→ INPUT
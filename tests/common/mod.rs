//! Runs the program and reads specs for the tests.

use lissom::flow::{Outcome, run};
use lissom::pattern::Weaves;
use lissom::span::SourceText;
use lissom::spec::Spec;
use std::io::Write as _;
use std::path::{Path, PathBuf};
use std::process::{Command, Output, Stdio};

/// The project's folder.
pub fn root() -> &'static Path {
    Path::new(env!("CARGO_MANIFEST_DIR"))
}

/// Every example spec, sorted.
#[allow(dead_code, reason = "not every test binary uses every helper")]
pub fn examples() -> Vec<PathBuf> {
    let mut paths: Vec<PathBuf> = std::fs::read_dir(root().join("examples"))
        .unwrap()
        .map(|entry| entry.unwrap().path())
        .filter(|path| path.extension().is_some_and(|ending| ending == "toml"))
        .collect();
    paths.sort();
    paths
}

/// Runs the program in the project's folder.
#[allow(dead_code, reason = "not every test binary uses every helper")]
pub fn lissom(arguments: &[&str], input: &str) -> Output {
    let mut child = Command::new(env!("CARGO_BIN_EXE_lissom"))
        .args(arguments)
        .current_dir(root())
        .env_remove("CLICOLOR_FORCE")
        .stdin(Stdio::piped())
        .stdout(Stdio::piped())
        .stderr(Stdio::piped())
        .spawn()
        .unwrap();
    // A command that does not read its input may have ended already.
    let _ = child.stdin.take().unwrap().write_all(input.as_bytes());
    child.wait_with_output().unwrap()
}

/// A spec that must be valid.
#[allow(dead_code, reason = "not every test binary uses every helper")]
pub fn spec(text: &str) -> Spec {
    Spec::read(SourceText::new("test.toml", text), &Weaves::builtin())
        .unwrap_or_else(|problems| panic!("{problems:#?}"))
}

/// What becomes of a spec that must be valid and weavable.
#[allow(dead_code, reason = "not every test binary uses every helper")]
pub fn outcome(text: &str) -> Outcome {
    run(&spec(text), 1.0).unwrap()
}
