/// Soft wire 0.1 mm on 1 mm: strain 0.05/1.05 = 0.047 62; yields (0.25 GPa), breaks at 30 %.
#[test]
fn ductile_fibres_yield_and_break_by_strain() {
    let finding = judged(&bend(1.0, 0.0), yarn("stainless-annealed", 1, 100.0));
    assert_eq!(
        (finding.state, finding.limit),
        (State::Yields, Some(Limit::Yield))
    );
    assert_eq!(finding.filament.position, Position::Single);
    let strain = finding
        .judged
        .checks
        .iter()
        .flatten()
        .find(|c| c.limit == Limit::Strain)
        .unwrap();
    assert!((strain.applied - 0.05 / 1.05).abs() < 1e-9);
    assert!((strain.reserve() - 0.3 * 1.05 / 0.05).abs() < 1e-6);
    assert!(!finding.fails(false, false) && finding.fails(false, true));
    let broken = judged(&bend(0.05, 0.0), yarn("stainless-annealed", 1, 100.0));
    assert_eq!(
        (broken.state, broken.limit),
        (State::Breaks, Some(Limit::Strain))
    );
}

/// Free filaments: the innermost governs. Fully bonded: the outermost, strained by y k as well.
#[test]
fn binding_moves_the_worst_filament_outwards() {
    let mut bonded = yarn("carbon-pan-sm", 3000, 7.0);
    bonded.binding = 1.0;
    let finding = judged(&bend(20.0, 0.0), bonded);
    let (k, y) = (1.0 / 20.1, 0.1 - 0.0035);
    let of_filament = k / (1.0 + k * y);
    let stress = 230_000.0 * (0.0035 * of_filament + y * k);
    assert_eq!(finding.limit, Some(Limit::Fracture));
    let total = finding.filament.axial_stress_mpa + finding.bending_stress_mpa();
    assert!((total / stress - 1.0).abs() < 1e-9, "{total} {stress}");
    assert_eq!(finding.filament.position, Position::Outside);
    let free = judged(&bend(20.0, 0.0), yarn("carbon-pan-sm", 3000, 7.0));
    assert_eq!(free.filament.position, Position::Inside);
    assert!(free.reserve().unwrap() > 20.0 * finding.reserve().unwrap());
}

/// A knife edge: only the filament's own stiffness under its pull decides, 4 sqrt(strain) sin(theta/4).
#[test]
fn over_a_knife_edge_stiffness_caps_the_curvature() {
    let mut edge = bend(0.0, 3.0);
    edge.profile[0].easing = Easing::LongArms { turn_rad: 1.0 };
    let glass = yarn("e-glass", 1000, 9.0);
    let strain = glass.axial_stress_mpa(3.0) / 73_000.0;
    let finding = judged(&edge, glass);
    let bending_strain = finding.bending_stress_mpa() / 73_000.0;
    assert!((bending_strain - 4.0 * strain.sqrt() * 0.25f64.sin()).abs() < 1e-12);
    // Without pull nothing says how it gets round: it is taken to lie on, and breaks.
    edge.pull_n = 0.0;
    assert_eq!(
        judged(&edge, yarn("e-glass", 1000, 9.0)).state,
        State::Breaks
    );
    // A round guide larger than that is lain on.
    let mut guide = bend(5.0, 3.0);
    guide.profile[0].easing = Easing::LongArms { turn_rad: 1.0 };
    assert!(
        (judged(&guide, yarn("e-glass", 1000, 9.0))
            .radius_mm()
            .unwrap()
            - 5.0045)
            .abs()
            < 1e-9
    );
}

/// The crown law takes the smaller of both curvatures, and a corner's curvature comes on top.
#[test]
fn crowns_ease_and_corners_add() {
    let mut crown = bend(0.05, 0.5);
    crown.profile[0].easing = Easing::Crown(Crown {
        drop_mm: 0.05,
        arm_mm: 0.3,
        flanks: Flanks::Both,
    });
    let wire = || yarn("stainless-annealed", 1, 100.0);
    let eased = judged(&crown, wire());
    assert!(eased.radius_mm().unwrap() > 0.1 && eased.filament.free_per_mm.unwrap() < 10.0);
    let alone = eased.filament.curvature_per_mm;
    crown.added_per_mm = 0.25;
    assert!((judged(&crown, wire()).filament.curvature_per_mm - alone - 0.25).abs() < 1e-12);
}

→ TASK BRIEF
There is a line with "let mut edge = bend(0.0, 3.0);" and a line with "let mut guide = bend(5.0, 3.0);" above. Copy exactly those two lines and all lines between them, with nothing else.

→ EXERCISE SOLUTION
    let mut edge = bend(0.0, 3.0);
    edge.profile[0].easing = Easing::LongArms { turn_rad: 1.0 };
    let glass = yarn("e-glass", 1000, 9.0);
    let strain = glass.axial_stress_mpa(3.0) / 73_000.0;
    let finding = judged(&edge, glass);
    let bending_strain = finding.bending_stress_mpa() / 73_000.0;
    assert!((bending_strain - 4.0 * strain.sqrt() * 0.25f64.sin()).abs() < 1e-12);
    // Without pull nothing says how it gets round: it is taken to lie on, and breaks.
    edge.pull_n = 0.0;
    assert_eq!(
        judged(&edge, yarn("e-glass", 1000, 9.0)).state,
        State::Breaks
    );
    // A round guide larger than that is lain on.
    let mut guide = bend(5.0, 3.0);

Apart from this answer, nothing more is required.